Standing Still Is Outside His Lexicon
BY PAUL RIEDE/School Administrator, November 2018


Matt Miller

MATT MILLER BEGAN a TEDx talk in San Diego two years ago next to a desk filled with textbooks. Anyone familiar with his thinking could have guessed what would happen next.

He talked about the $8 billion U.S. schools spend on textbooks each year and how much more effectively that money could be used. “We need to get rid of the textbooks and almost clear the decks,” he said. “Or really clear the desks, right?”

Then he lunged at the adjacent desk and used both hands to send the books crashing to the floor.

Miller, superintendent of the 16,500-student Lakota Local School District, 25 miles north of his hometown of Cincinnati, has been pushing the importance of digital resources and social media since starting the first of his three Ohio superintendencies in 2005 at age 33. Even before he arrived in Lakota in 2017, he claimed the Twitter handle @LakotaSuper for himself, and within a few weeks in the new job, he introduced the first districtwide hashtag.

He says that despite the worn-out mantra of “21st-century learning” — which he dispatched with a mock tombstone and funeral during his TED talk — many school districts are lagging far behind their students in fully embracing the digital revolution.

“We haven’t guided them to be good digital citizens, so they work around us,” Miller says. “Kids come into school, we tell them to turn everything off, and once they leave school they’re back in that digital footprint, they’re back online.

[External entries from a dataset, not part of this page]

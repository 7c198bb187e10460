/* SPDX-License-Identifier: GPL-3.0-or-later */
/* The text form of ceiling_report: a ladder a direction, then the bounds, the
 * other transports, what follows from the conditions, and how far to rely on
 * it. */
#include <inttypes.h>
#include <string.h>

#include "columns.h"
#include "report/ceiling_report.h"
#include "report/ladder_text.h"
#include "report/rate_unit.h"

#define LAYERS_TEXT_SIZE 256

/* What makes the ceiling. */
static void
print_bounds(const struct ceiling *ceiling, const struct rate_unit *unit,
    FILE *out)
{
	struct columns *columns = columns_new("llrlw");
	const char *head[] = { "bound", "class", unit->symbol, "binds",
		"source" };
	char rate[RATE_CELL_SIZE];
	size_t i;

	columns_row(columns, head);
	columns_rule(columns);
	for (i = 0; i < ceiling->bounds_count; i++) {
		const struct bound *bound = &ceiling->bounds[i];
		const char *cells[] = { bound->name,
			bound_class_name(bound->class),
			rate_unit_text(unit, bound->payload_bps, rate),
			bound->binding ? "yes" : "", bound->source };

		if (bound->class != BOUND_CONDITION)
			columns_row(columns, cells);
	}
	columns_print(columns, 0, out);
	columns_free(columns);
}

/* What explains a shortfall. */
static void
print_conditions(const struct ceiling *ceiling, const struct rate_unit *unit,
    FILE *out)
{
	struct columns *columns = columns_new("lrw");
	const char *head[] = { "condition, lowers no ceiling", unit->symbol,
		"source" };
	char rate[RATE_CELL_SIZE], source[sizeof(ceiling->bounds[0].source) +
	    16];
	size_t i, count = 0;

	columns_row(columns, head);
	columns_rule(columns);
	for (i = 0; i < ceiling->bounds_count; i++) {
		const struct bound *bound = &ceiling->bounds[i];
		const char *cells[] = { bound->name, rate_unit_text(unit,
			bound->payload_bps, rate), source };

		if (bound->class != BOUND_CONDITION)
			continue;
		(void)snprintf(source, sizeof(source), "%s%s",
		    bound->binding ? "lowest: " : "", bound->source);
		columns_row(columns, cells);
		count++;
	}
	if (count > 0) {
		(void)fputc('\n', out);
		columns_print(columns, 0, out);
	}
	columns_free(columns);
}

static void
print_protocols(const struct ceiling_report *report, enum direction direction,
    const struct rate_unit *unit, FILE *out)
{
	const struct ceiling *ceiling = &report->ceilings[direction];
	struct columns *columns = columns_new("lrl");
	const char *head[] = { "payload over", unit->symbol, "" };
	char rate[RATE_CELL_SIZE];
	bool listed = false;
	enum protocol p;

	columns_row(columns, head);
	columns_rule(columns);
	for (p = 0; p < PROTOCOLS; p++) {
		bool declared = strcmp(protocol_name(p), ceiling->top) == 0;
		uint64_t bps = report->payload_bps[direction][p];
		const char *cells[] = { protocol_name(p), bps == FIELD_UNSET ?
			"-" : rate_unit_text(unit, bps, rate), declared ?
			"as declared" : "" };

		listed = listed || declared;
		columns_row(columns, cells);
	}
	if (!listed) {
		const char *cells[] = { ceiling->top, rate_unit_text(unit,
			ceiling->rate_bps[LEVEL_PAYLOAD], rate),
			"as declared" };

		columns_row(columns, cells);
	}
	columns_print(columns, 0, out);
	columns_free(columns);
}

/* What the medium says of the line: codes, modulation, steps of a modem. */
static void
print_notes(const struct ceiling *ceiling, const char *medium, FILE *out)
{
	struct columns *columns = columns_new("lw");
	char label[64];
	size_t i;

	(void)snprintf(label, sizeof(label), "%s:", medium);
	for (i = 0; i < ceiling->notes_count; i++) {
		const char *cells[] = { i == 0 ? label : "",
			ceiling->notes[i] };

		columns_row(columns, cells);
	}
	if (ceiling->notes_count > 0)
		(void)fputc('\n', out);
	columns_print(columns, 0, out);
	columns_free(columns);
}

static void
print_direction(const struct ceiling_report *report, enum direction direction,
    bool alone, FILE *out)
{
	const struct ceiling *ceiling = &report->ceilings[direction];
	const struct rate_unit *unit = rate_unit_for(ceiling->line_rate_bps,
	    ceiling->rate_bps[LEVEL_PAYLOAD]);
	const struct bound *binding = ceiling_binding(ceiling);
	const struct medium *medium;
	char rate[RATE_CELL_SIZE];

	medium = report->circuit->segments[ceiling->narrow].medium.medium;
	(void)fprintf(out, "\n%s: %s %s of payload over %s\nset by %s\n",
	    alone ? direction_name(direction) : "both directions alike",
	    rate_unit_text(unit, ceiling->rate_bps[LEVEL_PAYLOAD],
	    rate), unit->symbol, ceiling->top, binding != NULL ?
	    binding->name : "nothing");
	if (report->circuit->segments_count > 1)
		(void)fprintf(out, "in segment '%s', whose ladder this is\n",
		    report->circuit->segments[ceiling->narrow].name);
	ceiling_text_both(report, direction, alone ? "this way" : "each way",
	    unit, out);
	(void)fputc('\n', out);
	ladder_text(ceiling, unit, medium->source, out);
	print_notes(ceiling, medium->name, out);
	(void)fputc('\n', out);
	print_bounds(ceiling, unit, out);
	(void)fputc('\n', out);
	print_protocols(report, direction, unit, out);
	print_conditions(ceiling, unit, out);
	ceiling_text_figures(report, direction, unit, out);
}

static bool
same_notes(const struct ceiling *left, const struct ceiling *right)
{
	size_t i;

	if (left->notes_count != right->notes_count)
		return false;
	for (i = 0; i < left->notes_count; i++)
		if (strcmp(left->notes[i], right->notes[i]) != 0)
			return false;
	return true;
}

/* The same but for the direction. */
static bool
alike(const struct ceiling_report *report)
{
	const struct ceiling *left = &report->ceilings[DIRECTION_A_TO_B];
	const struct ceiling *right = &report->ceilings[DIRECTION_B_TO_A];
	const struct both_report *both = report->both;
	size_t i;

	if (left->narrow != right->narrow ||
	    left->line_rate_bps != right->line_rate_bps ||
	    left->bounds_count != right->bounds_count ||
	    mixed_compare(left->payload, right->payload) != 0 ||
	    both[0].low_bps != both[1].low_bps ||
	    both[0].high_bps != both[1].high_bps ||
	    report->figures[0].burst_ns != report->figures[1].burst_ns ||
	    report->figures[0].window_needed_bytes !=
	    report->figures[1].window_needed_bytes ||
	    report->figures[0].streams_needed !=
	    report->figures[1].streams_needed || !same_notes(left, right))
		return false;
	for (i = 0; i < left->bounds_count; i++)
		if (strcmp(left->bounds[i].name, right->bounds[i].name) != 0 ||
		    left->bounds[i].payload_bps != right->bounds[i].payload_bps)
			return false;
	return true;
}

static void
print_segments(const struct ceiling_report *report, FILE *out)
{
	static const char *const head[] = { "segment", "medium", "duplex",
		"MTU", "layers" };
	const struct circuit *circuit = report->circuit;
	struct columns *columns = columns_new("lllrw");
	char mtu[32], layers[LAYERS_TEXT_SIZE];
	size_t i;

	columns_row(columns, head);
	columns_rule(columns);
	for (i = 0; i < circuit->segments_count; i++) {
		const struct segment *segment = &circuit->segments[i];
		const char *cells[] = { segment->name,
			segment->medium.medium->name,
			duplex_name(report->segments[i].duplex), mtu,
			layers_text(&segment->layers, layers,
			    sizeof(layers)) };

		(void)snprintf(mtu, sizeof(mtu), "%" PRIu64 " B",
		    segment->mtu_bytes);
		columns_row(columns, cells);
	}
	columns_print(columns, 0, out);
	columns_free(columns);
}

static void
print_circuit(const struct ceiling_report *report, FILE *out)
{
	const struct circuit *circuit = report->circuit;
	struct columns *columns = columns_new("w");
	char layers[LAYERS_TEXT_SIZE];
	const char *cells[] = { layers };

	(void)fprintf(out, "%s: packets of at most %" PRIu64 " B\n",
	    circuit->name, circuit_mtu(circuit));
	if (circuit->segments_count > 1) {
		(void)fputc('\n', out);
		print_segments(report, out);
	} else {
		(void)layers_text(&circuit->segments[0].layers, layers,
		    sizeof(layers));
		columns_row(columns, cells);
		columns_print(columns, 0, out);
		(void)fprintf(out, "on %s, duplex: %s\n",
		    circuit->segments[0].medium.medium->name,
		    duplex_name(report->segments[0].duplex));
	}
	columns_free(columns);
}

void
ceiling_report_text(const struct ceiling_report *report, FILE *out)
{
	const struct circuit *circuit = report->circuit;
	enum direction d;

	if (circuit_is_reference(circuit)) {
		(void)fprintf(out, "%s: medium %s is a reference: it shows "
		    "what the machine can do and has\nno ceiling.\n",
		    circuit->name, circuit->segments[0].medium.medium->name);
		return;
	}
	print_circuit(report, out);
	if (alike(report)) {
		print_direction(report, DIRECTION_A_TO_B, false, out);
	} else {
		for (d = 0; d < DIRECTIONS_SINGLE; d++)
			print_direction(report, d, true, out);
	}
	ceiling_text_accuracy(report, out);
}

We’ve just been telling them no, and we’ve done the same thing to teachers.”

At Lakota, as at his previous post in the Mentor Public Schools northeast of Cleveland, Miller is cutting back on textbook purchases and moving toward open educational re-sources, or OER, the vast trove of educational material on the web. He is not advocating doing away with textbooks altogether, but he is serious about ending the reliance on them. With proper professional development, Miller says, OER can liberate teachers and inspire students with a flexibility that textbooks can’t touch.

“Teachers are so much better than what the textbook companies are doing because they can pivot faster, they can build student interest, and it doesn’t have to be a one-size-fits-all,” he says.

Miller, who began his career as an elementary school teacher, further empowers teachers by having them share their own use of digital resources on professional development days rather than depending on outside experts.

Giving teachers greater autonomy and more opportunities to share with each other not only improves their teaching but pushes back on the negative stereotypes they have endured in recent years, he says.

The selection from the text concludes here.